Xbench Version 1.1.3
System Version 10.4.6 (8I127)
Physical RAM 1536 MB
Mac Model PowerMac3,4
Bus Frequency 134 MHz
  Apple 533 MHz G4 OWC 1.3 GHz G4 Sonnet 1.8 GHz Dual G4
Processor PowerPC G4 @ 534 MHz PowerPC G4 @ 1.33 GHz PowerPC G4x2 @ 1.80 GHz
Version 7410 (Nitro) v1.3 7455 (Apollo) v3.3 7447a v1.1
L1 cache 32K (instr), 32K (data) 32K (instr), 32K (data) 32K (instr), 32K (data) per CPU
L2 Cache 1024K @ 267 MHz 256K @ 667 MHz 512K @ 900 MHz per CPU
L3 Cache —NA— 2048K @ 4.13 GHz —NA—
CPU Test 44.95   157.77   217.24  
GCD Loop 42.47 1.66 Mops/sec 145.45 5.68 Mops/sec 223.01 8.71 Mops/sec
FP Basic 57.22 206.94 Mflop/sec 157.35 569.03 Mflop/sec 211.19 763.72 Mflop/sec
AltiVec Basic 25.04 727.51 Mflop/sec 163.49 4.75 Gflop/sec 209.32 6.08 Gflop/sec
vecLib FFT 63.79 990.32 Mflop/sec 166.74 2.59 Gflop/sec 219.05 3.40 Gflop/sec
FP Library 68.50 2.74 Mops/sec 157.53 6.31 Mops/sec 224.53 8.99 Mops/sec
Thread Test 46.09   112.34   274.31  
Computation 31.82 429.50 Kops/sec 81.17 1.10 Mops/sec 218.54 2.95 Mops/sec
Lock Contention 83.57 1.05 Mlocks/sec 182.37 2.29 Mlocks/sec 368.31 4.63 Mlocks/sec
Memory Test 66.47   114.75   94.30  
System 59.66   169.83   111.28  
Allocate 228.67 149.16 Kalloc/sec 690.87 450.65 Kalloc/sec 897.60 585.50 Kalloc/sec
Fill 91.64 729.44 MB/sec 253.80 2020.21 MB/sec 176.10 1401.74 MB/sec
Copy 91.64 142.86 MB/sec 81.45 407.26 MB/sec 49.59 247.95 MB/sec
Stream (AltiVec) 75.02   86.65   81.81  
Copy 79.62 582.03 MB/sec 85.97 628.45 MB/sec 81.26 594.00 MB/sec
Add 75.73 558.89 MB/sec 89.84 663.02 MB/sec 80.85 596.70 MB/sec
Scale 72.19 462.01 MB/sec 85.52 547.34 MB/sec 84.31 539.60 MB/sec
Triad 73.00 446.03 MB/sec 85.40 521.79 MB/sec 80.90 494.31 MB/sec
RESULTS 58.15 100% 125.24 215.37% 174.07 299.35%

Note— The dual G4 benchmark doesn't represent the true picture... the XBench application, for the most part, only beats on one of the processors. Something that measures the base CPU ability. In the real world this is a true measure of how a single application will cook on the processor, but it isn't being dragged down at all by the other tasks running under OS X - which also rocks on a dual CPU machine.

Part 2: Sanity Check

First question: Why, on the dawn of the day of Mactel machines, would an otherwise sane Mac consultant spend six bills to soup up his 2001 model year G4 tower?

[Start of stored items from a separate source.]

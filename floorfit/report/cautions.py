"""The fixed wording of the report: what the check is not, and clearance references.

Kept in one module so the HTML report and docs/report.md say the same thing. The
clearance references are options a user may pick from, each with its source; they are
references, not law, and their adoption differs from place to place.
"""

from __future__ import annotations

from dataclasses import dataclass

__all__ = ["CAUTIONS", "ClearanceReference", "CLEARANCE_REFERENCES", "tolerance_statement"]

CAUTIONS: tuple[str, ...] = (
    "This is a geometric check of the drawing, not a risk assessment. It says where the "
    "outline of the vehicle, grown by its safety margin, can and cannot go among the "
    "obstacles found in the drawing. It knows nothing about people, traffic, floor "
    "condition, slopes, doors that are closed, or objects that are not in the drawing.",
    "The required clearance is a setting chosen by the user. Which clearance applies "
    "depends on the standards, codes and site rules that govern this building and this "
    "vehicle; the references listed below are common starting points, not law, and "
    "editions and local adoption differ.",
    "Real vehicles deviate from their planned paths: localisation error, control error, "
    "wheel slip, a load that overhangs or swings. Allow for it in the margin and the "
    "clearance; a place that fits only just on paper may not fit in service.",
    "The result is only as good as the drawing: an out-of-date plan, a wrong unit, or a "
    "layer read with the wrong role gives a wrong answer. Check the plan figure against "
    "the building.",
    "Defer to the applicable standards, local codes, the vehicle maker's instructions "
    "and licensed professional practice. This report supports that work; it does not "
    "replace it.",
)


@dataclass(frozen=True)
class ClearanceReference:
    """One published clearance figure a user may choose as a setting."""

    topic: str
    value: str
    source: str


CLEARANCE_REFERENCES: tuple[ClearanceReference, ...] = (
    ClearanceReference(
        "Driverless industrial truck: clearance to obstructions",
        "450 mm (1.5 ft) between obstructions and the vehicle with its load; where less, "
        "the area is to be marked as restricted",
        "ANSI/ITSDF B56.5 (2004 text), §4.7.4"),
    ClearanceReference(
        "Accessible route: clear width",
        "36 in (915 mm); 32 in (815 mm) for a length of up to 24 in",
        "2010 ADA Standards for Accessible Design, §403.5.1"),
    ClearanceReference(
        "Accessible turning space",
        "60 in (1525 mm) diameter circle, or a T-shaped space within a 60 in square",
        "2010 ADA Standards for Accessible Design, §304.3"),
    ClearanceReference(
        "Aisles and passageways",
        "\"sufficient safe clearances\" at aisles, loading docks, doorways and turns "
        "(no number given)",
        "OSHA 29 CFR 1910.176(a)"),
)


def tolerance_statement(settings: dict) -> str:
    """Plain words on what the numbers in a report mean, from the check's settings.

    Uses ``tolerance_m`` (metres) and ``heading_step_deg`` (degrees); missing values are
    named as not stated rather than guessed.
    """
    tol = settings.get("tolerance_m")
    step = settings.get("heading_step_deg")
    tol_text = f"{float(tol) * 1000:g} mm" if isinstance(tol, (int, float)) else "a tolerance not stated"
    step_text = f"every {float(step):g}°" if isinstance(step, (int, float)) else "at headings not stated"
    return (
        f"All results are geometric and hold within {tol_text}: a width or clearance "
        f"reported here may differ from the exact value by up to that much. Headings are "
        f"checked {step_text}, and the motion between two checked headings is checked "
        f"too. Where the discretisation has to round, it rounds against the vehicle: a "
        f"place may be reported as blocked or tight that a real vehicle could just "
        f"manage, but nothing is reported as passable that the outline with its margin "
        f"does not fit through."
    )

Easy answer: Because I can, so there!

Hard answer: This is my primary machine. Having a stable box is critical, and I want to make sure that the "first edition" bugs are dead before leaping on the next technology band wagon. I will be buying a new MacPro in early 2007, probably when Leopard is released and my primary applications are Universal. Then again, my Pismo is getting a bit long in the tooth, and my foray with the Intel side of Macs may first go to the MacBook or MacBook Pro as I'll need intel capability for at least one of my clients. Stretching the G4 out for another year or two works.

Second question: Wasn't the 1.33 Ghz OWC processor fast enough to meet your needs.

"Yes" answer: For most of my needs, the single G4 OWC upgrade rocked.

"Maybe" answer: There were some stability issues that I never tracked down and I started getting the gut feeling that it might be a CPU bug. But then I also had a flaky RAM module I replaced at the same time as today's upgrade, and there were some other "phase of the moon" issues. It's a pain when Photoshop CS2 panics the machine 5 times in a row when I'm trying to get work done.

"No" answer: The dual processor solution has real applications in the heavy processing end of things, like video processing and the higher end applications. Since I am not buying a G5 tower to tide me over until the MacPro move, I wanted (probably as much as needed) the boost that TWO processors bring to the table—and if I'm going to slap down cash for an upgrade, it made sense to get the top end product. The G4 will move to very a very respectable server job down the road.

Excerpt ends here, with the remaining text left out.